Objective: To examine the degree to which social support buffers against the adverse effects of neighbourhood deprivation on preterm birth and small for gestational age (SGA).
Methods: This study is a secondary analysis of data from the nuMoM2b (Nulliparous Pregnancy Outcomes Study: Monitoring Mothers-To-Be) longitudinal cohort study, which recruited participants between 2010 and 2013. We estimated prevalence differences (PD) for area deprivation index (ADI) and for social support with each adverse birth outcome, and we evaluated whether the effect of ADI was modified by perceived social support; we additionally stratified by race/ethnicity. All models were adjusted for maternal age and education.

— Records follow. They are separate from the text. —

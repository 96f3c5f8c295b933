"""Pressure grids, P-T profiles, hydrostatic radii and the refraction floor."""

import math

import numpy as np
import pytest
from hypothesis import given, settings, strategies as st
from scipy.integrate import quad

from snrkit.atmosphere import profiles as P
from snrkit.atmosphere import refraction
from snrkit.constants import K_B, M_U, R_EARTH, R_SUN, AU
from snrkit.errors import InputError


def test_pressure_levels_log_spaced_and_adjustable():
    lev = P.pressure_levels([1e7, 1e5], [1e-4, 1e-2], n_layers=120)
    assert lev.shape == (2, 121)
    assert np.all(np.diff(lev, axis=1) < 0)
    r = lev[:, 1:] / lev[:, :-1]
    np.testing.assert_allclose(r, r[:, :1] * np.ones_like(r), rtol=1e-12)
    np.testing.assert_allclose(lev[:, 0], [1e7, 1e5])
    np.testing.assert_allclose(lev[:, -1], [1e-4, 1e-2])
    assert P.pressure_levels(1e5, 1.0).shape == (1, P.DEFAULT_N_LAYERS + 1)
    assert P.DEFAULT_N_LAYERS >= 100


@pytest.mark.parametrize("bottom,top,n", [(1e5, 1e6, 100), (1e5, 0.0, 100), (1e5, 1.0, 3),
                                          (1e5, 1.0, 100.5)])
def test_pressure_levels_bad_input(bottom, top, n):
    with pytest.raises(InputError):
        P.pressure_levels(bottom, top, n)


def test_scale_height_us_standard_atmosphere():
    # U.S. Standard Atmosphere 1976 (NOAA/NASA/USAF): 288.15 K, 28.9644 g/mol,
    # g0 = 9.80665 m/s2 give H = 8.434 km at sea level.
    h = P.scale_height(288.15, 28.9644, 9.80665)
    assert h == pytest.approx(8434.5, rel=2e-4)


def test_guillot_limits():
    # Guillot 2010 (A&A 520, A27) eq. 29 limits:
    # gamma = 1, T_int = 0: isothermal, T^4 = Teq^4 (1/2 + sqrt(3)/4)
    prof = P.GreyTwoStreamProfile(1000.0, 10.0, 0.0, 1e-3, 1.0)
    t = prof.temperature(np.geomspace(1e-2, 1e8, 50)[None, :])
    np.testing.assert_allclose(t, 1000.0 * (0.5 + math.sqrt(3) / 4) ** 0.25, rtol=1e-12)
    # deep layers: Eddington T^4 -> 3/4 T_int^4 tau, tau = kappa P / g
    prof = P.GreyTwoStreamProfile(1000.0, 10.0, 200.0, 1e-3, 0.4)
    p = np.array([[1e12]])
    tau = 1e-3 * 1e12 / 10.0
    assert prof.temperature(p)[0, 0] ** 4 == pytest.approx(
        0.75 * 200.0**4 * (2 / 3 + tau) + 0.75 * 1000.0**4 * (2 / 3 + 1 / (0.4 * math.sqrt(3))), rel=1e-9)
    # top (tau -> 0), T_int = 0: T^4 = 3/4 Teq^4 (2/3 + gamma/sqrt(3))
    prof = P.GreyTwoStreamProfile(1000.0, 10.0, 0.0, 1e-3, 0.4)
    assert prof.temperature(np.array([[1e-12]]))[0, 0] ** 4 == pytest.approx(
        0.75 * 1000.0**4 * (2 / 3 + 0.4 / math.sqrt(3)), rel=1e-9)


@settings(max_examples=30, deadline=None)
@given(gam=st.floats(0.05, 0.95), teq=st.floats(150.0, 2500.0))
def test_guillot_visible_below_thermal_gives_warmer_deep_layers(gam, teq):
    # gamma < 1 (visible opacity below thermal): no thermal inversion, T rises with P
    prof = P.GreyTwoStreamProfile(teq, 10.0, 0.0, 1e-3, gam)
    t = prof.temperature(np.geomspace(1e-2, 1e7, 60)[None, :])[0]
    assert np.all(np.diff(t) >= -1e-9 * teq)


def test_hydrostatic_isothermal_closed_form():
    # isothermal, g = GM/r^2: 1/r = 1/R0 + (H0/R0^2) ln(P/P0), H0 = kT/(mu m_u g0)
    T, mu, g0, r0, p0 = 1200.0, 2.3, 10.0, 7e7, 1e6
    lev = P.pressure_levels(1e7, 1e-4, 150)
    r = P.hydrostatic_radius(lev, P.IsothermalProfile(T), mu, r0, p0, g0)
    h0 = K_B * T / (mu * M_U * g0)
    expect = 1.0 / (1.0 / r0 + h0 / r0**2 * np.log(lev / p0))
    np.testing.assert_allclose(r, expect, rtol=1e-12)
    # near the reference level the local scale height is H0
    i = np.argmin(abs(np.log(lev[0] / p0)))
    assert np.log(lev[0, i - 1] / lev[0, i + 1]) * h0 == pytest.approx(
        r[0, i + 1] - r[0, i - 1], rel=0.01)


def test_hydrostatic_non_isothermal_against_quadrature():
    prof = P.GreyTwoStreamProfile(900.0, 12.0, 150.0, 1e-3, 0.4)
    mu, g0, r0, p0 = 2.3, 12.0, 6e7, 1e6
    lev = P.pressure_levels(1e6, 1e-3, 200)
    r = P.hydrostatic_radius(lev, prof, mu, r0, p0, g0)
    gm = g0 * r0**2

    def integrand(lnp):
        return K_B * prof.temperature(np.array([[math.exp(lnp)]]))[0, 0] / (mu * M_U * gm)

    for j in (50, 120, 199):
        val, _ = quad(integrand, math.log(p0), math.log(lev[0, j]), epsabs=0, epsrel=1e-11)
        # trapezoid in ln P on 200 layers: well below 1e-3 scale heights
        h = K_B * 900.0 / (mu * M_U * g0)
        assert r[0, j] == pytest.approx(1.0 / (1.0 / r0 + val), abs=1e-3 * h)


def test_hydrostatic_unbound_is_nan():
    # a very hot, low-gravity atmosphere cannot stay bound up to 1e-6 Pa
    lev = P.pressure_levels(1e5, 1e-6, 100)
    r = P.hydrostatic_radius(lev, P.IsothermalProfile(3000.0), 2.0, 1e7, 1e5, 0.5)
    assert np.isnan(r[0, -1]) and np.isfinite(r[0, 0])


def test_refraction_floor_earth_sun():
    # Earth-Sun analogue: refraction keeps rays above ~12-14 km, i.e. ~0.15-0.25 bar
    # (Betremieux & Kaltenegger 2014, ApJ 791, 7; Robinson, Fortney & Hubbard 2017,
    # ApJ 850, 128; value from memory).  We use an isothermal 255 K air atmosphere.
    air = {"N2": 0.7808, "O2": 0.2095, "Ar": 0.0093, "CO2": 0.0004}
    nu = refraction.mixture_refractivity(air)
    assert float(nu) == pytest.approx(2.93e-4, rel=0.02)   # air at STP, handbook value
    p = refraction.refraction_floor_pressure(nu, P.IsothermalProfile(255.0), 28.96, R_EARTH, 9.8,
                                    R_SUN, AU)
    assert 0.12e5 < p[0] < 0.3e5


@settings(max_examples=30, deadline=None)
@given(a_au=st.floats(0.02, 5.0), rs=st.floats(0.1, 2.0))
def test_refraction_floor_scaling(a_au, rs):
    # isothermal: p_max proportional to (R_* + R_p)/a (Robinson et al. 2017 scaling)
    prof = P.IsothermalProfile(300.0)
    args = (2.9e-4, prof, 28.0, R_EARTH, 9.8)
    p1 = refraction.refraction_floor_pressure(*args, rs * R_SUN, a_au * AU)[0]
    p2 = refraction.refraction_floor_pressure(*args, rs * R_SUN, 2 * a_au * AU)[0]
    assert p1 / p2 == pytest.approx(2.0, rel=1e-9)
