Planets.  One to three per host, each from a class (hot giant, warm giant,
Neptune, sub-Neptune, rocky, temperate rocky; FGK and M hosts have different
class weights, :data:`PLANET_CLASSES`; M dwarfs get no giants).  Radius uniform and period
log-uniform in the class's range; temperate rocky planets have an
insolation uniform in 0.3-1.6 S_earth, a = sqrt(L/L_sun / S) au and P from
Kepler's third law.  Masses of giants are log-uniform, 90-1500 M_earth
for hot and 30-1000 M_earth for warm giants (always given, since radius does
not fix a giant's mass); smaller planets' masses follow the
Chen & Kipping 2017 (ApJ 834, 17) power laws as quoted by Kempton et al.
2018 (PASP 130, 114401, eq. 2) with 0.15 dex scatter, and 30 % of them are
left blank (to be estimated by snrkit).  Semi-major axes are computed with
Kepler's third law (G (M_star + M_planet) P^2 / 4 pi^2)^(1/3) with the IAU
2015 constants of astropy, and given for half the planets.  Orbits with
P < 5 d are circular (eccentricity blank or 0); longer ones have a
Rayleigh eccentricity (sigma 0.08, at most 0.5) and a uniform argument of
periastron.  The impact parameter is uniform in [0, min(0.85, 1 - Rp/Rs -
0.02)] (two planets are set grazing on purpose), and is given as b (55 %),
as an inclination from Winn 2010 eq. 7 (35 %) or not at all (10 %).
Ephemerides: T0 (BJD_TDB) within 2459000-2460500 with a 1-sigma uncertainty
log-uniform in 0.4-4 min, and a period uncertainty log-uniform in
3e-7-1e-4 d.

Deliberately bad rows (:data:`BAD_ROWS`, also listed in the table's
``bad_rows`` metadata with the status snrkit must give them): a missing
radius, a negative period, a duplicate planet name, a Teff of 1500 K
(outside snrkit's range), an impact parameter of 1.8 (no transit), an
eccentricity of 1.3, a 16 R_earth planet with no mass (beyond the
mass-radius relation), a row with neither period nor semi-major axis, and a
stellar radius of 0.

Run from the repository root:  python data_tables/scripts/make_demo_catalogue.py
"""

import datetime
from pathlib import Path

import numpy as np
import astropy.constants as const
from astropy.table import Table, MaskedColumn
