"""One engine for one planet and a catalogue.

Checks required by the one-engine issue: the catalogue path (the engine over
chunks of planets, several modes and scenarios) and the per-planet path (one
planet at a time through snrkit.engine.transits) give identical statuses and
transits needed for every row of an invented synthetic catalogue, whatever
the chunk size; the statuses computed for all planets at once equal the
per-planet wording of the same rules.  (Spectra to 1e-3 scale heights alone
and in chunks: tests/test_spectrum_fast.py.)
"""

import warnings

import numpy as np
import pytest
from astropy.table import Table

from snrkit.planning.catalog import catalogue_from_table
from snrkit.engine.engine import evaluate, observe, scenario_context
from snrkit.planning.rank import rank_catalogue
from snrkit.engine.transit_records import statuses, status_and_reason
from snrkit.engine.transits import transits_for_system

MODES = ["cold6m-prism-lowres", "cold6m-grism-2.4-5um"]
SCENARIOS = ["h2-clear-solar", "steam"]


def _synthetic(n, seed):
    """Invented planets around invented hosts (no real systems), some saturating."""
    rng = np.random.default_rng(seed)
    teff = rng.uniform(3000, 6500, n)
    ms = np.clip((teff / 5772) ** 1.8, 0.12, 1.4)
    t = Table()
    t["planet_name"] = [f"Synth-{i:04d} b" for i in range(n)]
    t["planet_radius_earth"] = rng.uniform(0.8, 13.0, n)
    t["period_days"] = 10 ** rng.uniform(0.0, 1.6, n)
    t["impact_parameter"] = rng.uniform(0.0, 0.7, n)
    t["host_teff_K"] = teff
    t["host_radius_sun"] = ms ** 0.85
    t["host_mass_sun"] = ms
    t["host_mag_J"] = rng.uniform(7.0, 13.5, n)
    return catalogue_from_table(t, source="synthetic")


@pytest.fixture(scope="module")
def cat():
    return _synthetic(36, seed=21)


@pytest.mark.filterwarnings("ignore::snrkit.errors.SnrkitWarning")  # notes of random planets
@pytest.mark.parametrize("chunk", [5, 36])
def test_catalogue_equals_planet_by_planet(cat, chunk):
    with warnings.catch_warnings():
        warnings.simplefilter("ignore")
        ranked = rank_catalogue(cat, MODES, SCENARIOS, resolution=30, chunk=chunk, each_scenario=True)
    for row in ranked:
        j = int(row["input_index"])
        alone = {}
        for mode in MODES:
            rec = transits_for_system(cat.system.take([j]), mode, str(row["scenario"]),
                                      resolution=30, probabilities=(), curves=False)["planets"][0]
            alone[mode] = rec
        # the engine keeps the mode with the best status, then the fewest hours
        best = rec if str(row["mode"]) == "" else alone[str(row["mode"])]
        assert str(row["status"]) == best["status"], (j, row["status"], best["status"])
        assert int(np.ma.filled(row["transits_needed"], 0)) == (best["transits_needed"] or 0), j


def test_vectorized_statuses_match_per_planet_rules(cat):
    obs = observe(cat.system, MODES[0], 30)
    for sc in SCENARIOS:
        ctx = scenario_context(cat.system, obs, MODES[0], sc, probabilities=(), curves=False)
        st = statuses(ctx)
        for i in range(len(cat.system.names)):
            word, _ = status_and_reason(i, ctx, int(st["n_raw"][i]), st["limiting"],
                                        st["saturated_all"], st["unbound"], st["h_km"],
                                        st["h_over_r"], st["jeans"], st["excluded"])
            assert word == st["status"][i]


def test_evaluate_shapes_and_mode_once(cat):
    sub = cat.system.take(np.arange(4))
    out = evaluate(sub, MODES, SCENARIOS, resolution=30, probabilities=())
    for c, v in out["columns"].items():
        assert v.shape == (2, 2, 4), c
    assert out["scenarios"] == SCENARIOS
    assert set(out["columns"]["mode"][0].ravel()) == {MODES[0]}


@pytest.mark.filterwarnings("ignore::snrkit.errors.SnrkitWarning")  # notes of random planets
def test_designs_sharing_bins_solve_each_spectrum_once(cat, monkeypatch):
    # modes that differ only in aperture and throughput have the same bins and calibration
    # weights up to a factor, so one spectrum per scenario serves them all; the answers equal
    # those of each mode alone
    from snrkit.atmosphere import spectrum
    from snrkit.planning.yields.designs import build_mode, design_from_text
    modes = [build_mode(design_from_text(t, MODES[0]))[0]
             for t in ("aperture_m=6", "aperture_m=9,throughput_scale=0.8")]
    sub = cat.system.take(np.arange(8))
    calls = []
    real = spectrum.transmission_spectrum

    def counted(*a, **k):
        calls.append(1)
        return real(*a, **k)

    monkeypatch.setattr(spectrum, "transmission_spectrum", counted)
    both = evaluate(sub, modes, SCENARIOS, resolution=30, probabilities=())
    assert len(calls) == len(SCENARIOS)
    for m, mode in enumerate(modes):
        alone = evaluate(sub, [mode], SCENARIOS, resolution=30, probabilities=())["columns"]
        for c in ("status", "transits_needed"):
            assert np.array_equal(both["columns"][c][m], alone[c][0]), (m, c)
        np.testing.assert_allclose(both["columns"]["significance_per_transit"][m],
                                   alone["significance_per_transit"][0], rtol=1e-9)
    # modes with other bins solve their own spectra
    calls.clear()
    evaluate(sub, MODES, SCENARIOS[:1], resolution=30, probabilities=())
    assert len(calls) == len(MODES)


def test_spectrum_reuse_rule():
    # reused only for equal bins, solver and contributions and proportional weights
    from snrkit.engine.shared_spectra import scenario_spectrum
    calls = []

    def fake(sc, rp, rs, contributions=False, **kw):
        calls.append(kw["calibration_weights"].copy())
        return {"transit_depth_ppm": np.ones((2, 2))}

    def obs(weights, edges=(1.0, 2.0, 3.0), solver="analytic"):
        return {"notes": [], "rp": np.ones(2), "rs": np.ones(2),
                "spec_kw": {"calibration_weights": np.asarray(weights, dtype=float),
                            "wavelength_edges": np.asarray(edges), "solver": solver}}

    memo = []
    w = np.array([[1.0, 2.0], [3.0, 1.0]])
    first = scenario_spectrum(memo, obs(w), "sc", False, fake)
    assert scenario_spectrum(memo, obs(7.5 * w), "sc", False, fake) is first
    assert len(calls) == 1
    for other in (obs(w * [1.0, 1.001]), obs(w, edges=(1.0, 2.0, 3.5)), obs(w, solver="layered")):
        assert scenario_spectrum(memo, other, "sc", False, fake) is not first
    assert scenario_spectrum(memo, obs(w), "sc", ["H2O"], fake) is not first
    assert len(calls) == 5
    assert scenario_spectrum(None, obs(w), "sc", False, fake) is not first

Results: Our analytic sample included n = 8377 participants. Among the birth outcomes we investigated, high social support had the strongest association with preterm birth. Participants reporting high social support had three fewer cases of preterm birth per 100 pregnancies (PD = -0.03, 95% CI -0.05, 0.00), compared to participants reporting low or moderate social support. The only evidence of high social support buffering against the harmful effects of neighbourhood deprivation was seen with SGA. Among participants with low or moderate social support, a 25-percentile increase in ADI was associated with two excess cases of SGA per 100 pregnancies (PD = 0.02, 95% CI -0.01, 0.04); whereas among participants with high social support, there was a null effect (PD = 0.00, 95% CI -0.01, 0.01). This effect modification was seen mostly among non-Hispanic White individuals.
Conclusion: Social support might offer some protection against the effects of neighbourhood deprivation on SGA, perhaps more so for non-Hispanic White people. However, we did not find evidence of social support buffering against the effects of neighbourhood deprivation on preterm birth.